A lot of my business acumen was from just exercising common sense and treating everyone else how I wanted to be treated. It seems we don't mind spending money on new equipment, but are hesitant to spend the money for good legal advice on drafting a contract. Why? The contract will cover your butt more than that new festool will.

I've had 4 former employees go out on their own. They all started as apprentices. Some would be mad about it. I took it as a compliment. Helped them with advice when asked, sent them jobs when they got slow starting out. They're still going strong. That has been my definition of success. The money was just a bonus.


----------



## epretot (Dec 17, 2011)

I painted some stuff today and got paid. It was great.
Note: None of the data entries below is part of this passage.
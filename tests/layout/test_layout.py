"""The project keeps its own rules."""

from __future__ import annotations

from collections.abc import Callable, Iterable
from pathlib import Path

import pytest

from tests.layout import file_rules, import_rules, page_rules, record_rules, word_rules
from tests.layout.findings import Finding

ROOT = Path(__file__).resolve().parent.parent.parent
RULES = [
    *import_rules.RULES,
    *file_rules.RULES,
    *record_rules.RULES,
    *page_rules.RULES,
    *word_rules.RULES,
]


@pytest.mark.parametrize("rule", RULES, ids=lambda rule: rule.__name__)
def test_the_rule_holds(rule: Callable[[Path], Iterable[Finding]]) -> None:
    findings = sorted(rule(ROOT))
    assert not findings, "\n" + "\n".join(str(finding) for finding in findings)
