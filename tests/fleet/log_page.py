"""Filling in the log form as a browser without scripts would send it."""

from __future__ import annotations

from typing import Any

from django.test import Client
from django.urls import reverse

from fleet.models import Module, Position


def log_address(module: Module) -> str:
    return reverse("log_visit", args=[module.code])


def opened(client: Client, module: Module) -> dict[str, str]:
    """What the form holds when it is opened: key, day, time, how it is left, the likely parts."""
    sheet = client.get(log_address(module)).context["sheet"]
    data: dict[str, str] = {}
    for form in [sheet.visit, *sheet.positions]:
        for field in form:
            value = field.value()
            if value not in (None, "", False):
                data[field.html_name] = written(value)
    return data


def written(value: Any) -> str:
    return value.strftime("%H:%M") if hasattr(value, "minute") else str(value)


def at(position: Position, **fields: Any) -> dict[str, str]:
    return {f"p{position.pk}-{name}": written(getattr(value, "pk", value)) for name, value in fields.items()}


def send(client: Client, module: Module, *parts: dict[str, str], **more: Any) -> Any:
    data = opened(client, module)
    for part in parts:
        data |= part
    data |= {"finish": "done"} | {name: str(value) for name, value in more.items()}
    return client.post(log_address(module), data)
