"""Several writers at one moment, each on a connection of its own."""

from __future__ import annotations

import threading
from collections.abc import Callable
from typing import Any

import pytest
from django.db import connection

PATIENCE = 0.4  # seconds that one writer waits for the other to reach the same line


class Meeting:
    """Where two writers would both be if nothing kept them apart; with a lock the wait ends alone."""

    def __init__(self, writers: int = 2) -> None:
        self.barrier = threading.Barrier(writers)
        self.met = False

    def wait(self) -> None:
        try:
            self.barrier.wait(timeout=PATIENCE)
            self.met = True
        except threading.BrokenBarrierError:
            pass

    def after(self, monkeypatch: pytest.MonkeyPatch, owner: Any, name: str) -> Meeting:
        """Every writer that has been through this function waits here for the other."""
        original = getattr(owner, name)

        def then_wait(*args: Any, **kwargs: Any) -> Any:
            answer = original(*args, **kwargs)
            self.wait()
            return answer

        monkeypatch.setattr(owner, name, then_wait)
        return self


def at_once(*calls: Callable[[], Any]) -> list[Any]:
    """Starts all calls at one moment; their answers, or what they raised, in the order given."""
    answers: list[Any] = [None] * len(calls)
    start = threading.Barrier(len(calls))

    def run(place: int, call: Callable[[], Any]) -> None:
        try:
            start.wait(timeout=30)
            answers[place] = call()
        except Exception as raised:  # the test looks at what was raised
            answers[place] = raised
        finally:
            connection.close()

    threads = [threading.Thread(target=run, args=(place, call), daemon=True) for place, call in enumerate(calls)]
    for thread in threads:
        thread.start()
    for thread in threads:
        thread.join(timeout=120)
    assert not any(thread.is_alive() for thread in threads), "a writer hangs"
    return answers


def raised(answers: list[Any], kind: type[Exception]) -> list[Any]:
    return [answer for answer in answers if isinstance(answer, kind)]


def recorded(answers: list[Any]) -> list[Any]:
    return [answer for answer in answers if not isinstance(answer, Exception)]
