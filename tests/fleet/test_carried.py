"""Cast: Cleo, a crew member whose phone was signed out at the weir; Mallory, who would like to send in her name."""

from __future__ import annotations

import re
from typing import Any

import pytest
from django.test import Client
from django.urls import reverse

from fleet.models import Person, Stop
from tests.factories import Carriage

pytestmark = pytest.mark.django_db
PASSWORD = "three plain words 7"
STOP = {
    "day": "2026-03-09", "time": "09:30", "note": "hums, does not move",
    "entry_key": "5c0e6a5e-43b8-4d0b-9c95-000000000001",
}  # fmt: skip


@pytest.fixture
def weir() -> Carriage:
    carriage = Carriage(code="KM-1")
    carriage.crew.set_password(PASSWORD)
    carriage.crew.save()
    return carriage


def hidden(page: Any) -> dict[str, str]:
    """The hidden fields of the page's last form, as a browser would send them."""
    form = page.content.decode().rsplit('<form class="form"', 1)[1]
    return dict(re.findall(r'<input type="hidden" name="([^"]+)" value="([^"]*)"', form))


def signed_in_again(client: Client, page: Any, person: Person) -> Any:
    said = {**hidden(page), "username": person.code, "password": PASSWORD}
    return client.post(reverse("sign_in"), said)


def test_an_entry_outlives_a_sign_out_and_is_recorded_once_sent(weir: Carriage) -> None:
    client, address = Client(), reverse("report_stop", args=["KM-1"])
    asked = client.post(address, STOP)
    assert asked.status_code == 403
    assert "What you entered is kept" in asked.content.decode()
    wrong = client.post(reverse("sign_in"), {**hidden(asked), "username": weir.crew.code, "password": "not it"})
    assert wrong.status_code == 422
    kept = signed_in_again(client, wrong, weir.crew)
    assert "Not recorded yet" in kept.content.decode()
    assert not Stop.objects.exists()
    assert f'action="{address}"' in kept.content.decode()
    client.post(address, {name: value for name, value in hidden(kept).items() if name != "csrfmiddlewaretoken"})
    assert Stop.objects.get().note == STOP["note"]


def test_a_form_older_than_the_sign_in_keeps_its_entry_but_a_page_elsewhere_sends_nothing(weir: Carriage) -> None:
    client, address = Client(enforce_csrf_checks=True), reverse("report_stop", args=["KM-1"])
    client.force_login(weir.crew)
    own = client.post(address, STOP, headers={"Sec-Fetch-Site": "same-origin"})
    assert own.status_code == 200
    assert STOP["note"] in own.content.decode()
    for elsewhere in ({"Sec-Fetch-Site": "cross-site", "Origin": "https://mallory.example"}, {}):
        refused = client.post(address, STOP, headers=elsewhere)
        assert refused.status_code == 403
        assert "This form is too old" in refused.content.decode()
        assert STOP["note"] not in refused.content.decode()


def test_no_password_and_nothing_unsigned_is_carried(weir: Carriage) -> None:
    client = Client()
    changed = client.post(reverse("change_password"), {"old_password": "a", "new_password1": "b"})
    assert changed.status_code == 302
    forged = {"username": weir.crew.code, "password": PASSWORD, "carried": '{"to": "/m/KM-1/stop", "fields": []}'}
    assert client.post(reverse("sign_in"), forged).url == "/"


def test_a_part_of_a_page_sends_its_whole_page_to_sign_in(weir: Carriage) -> None:
    headers = {"HX-Request": "true", "HX-Current-URL": "http://testserver/log/?q=KM"}
    answer = Client().get(reverse("log"), {"q": "KM-"}, headers=headers)
    assert answer.headers["HX-Redirect"] == "/sign-in/?next=/log/%3Fq%3DKM"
The only negative is...the old lady talked the entire time. And some of that was pretty nice.


----------



## Epoxy Pro (Oct 7, 2012)

Paradigmzz said:


> Dave, you sound pissy with Wolf. He gave you some pretty fair insite from his life and I would take it as that- meant to help not tear you down. At the end of the day you can do whatever you want and your responsible for you. It would seem you spend a fair amount of time complaining about bad GCs or unscrupulous competition. My .02 cents (which doesn't matter much) is you roll with the punches. Life's not fair. Do what you can to not have tons of issues and move on. Sorry your morning was [email protected] Wolf did quite fine with himself and instead of hearing the negative in his comments- glean the wisdom from them. Heck don't listen at all. It's your prerogative.
> 
> There are honestly very very few I highly esteem on this board and Wolf is at the the top of the pack in my eyes. That's someone who ripped and rolled the American dream right there. I'd take all you can from the pearls he tosses out from time to time.


Honestly I have never liked him so if I sound pissy that's why. We all won't see eye to eye or get along that is why I ignore most of his comments and a few other members.


----------



## Wolfgang (Nov 16, 2008)

Well thank you Dave....lol.

Is it because I see through your posting bull5hit? How there's no continuity from one thread to another in your stories?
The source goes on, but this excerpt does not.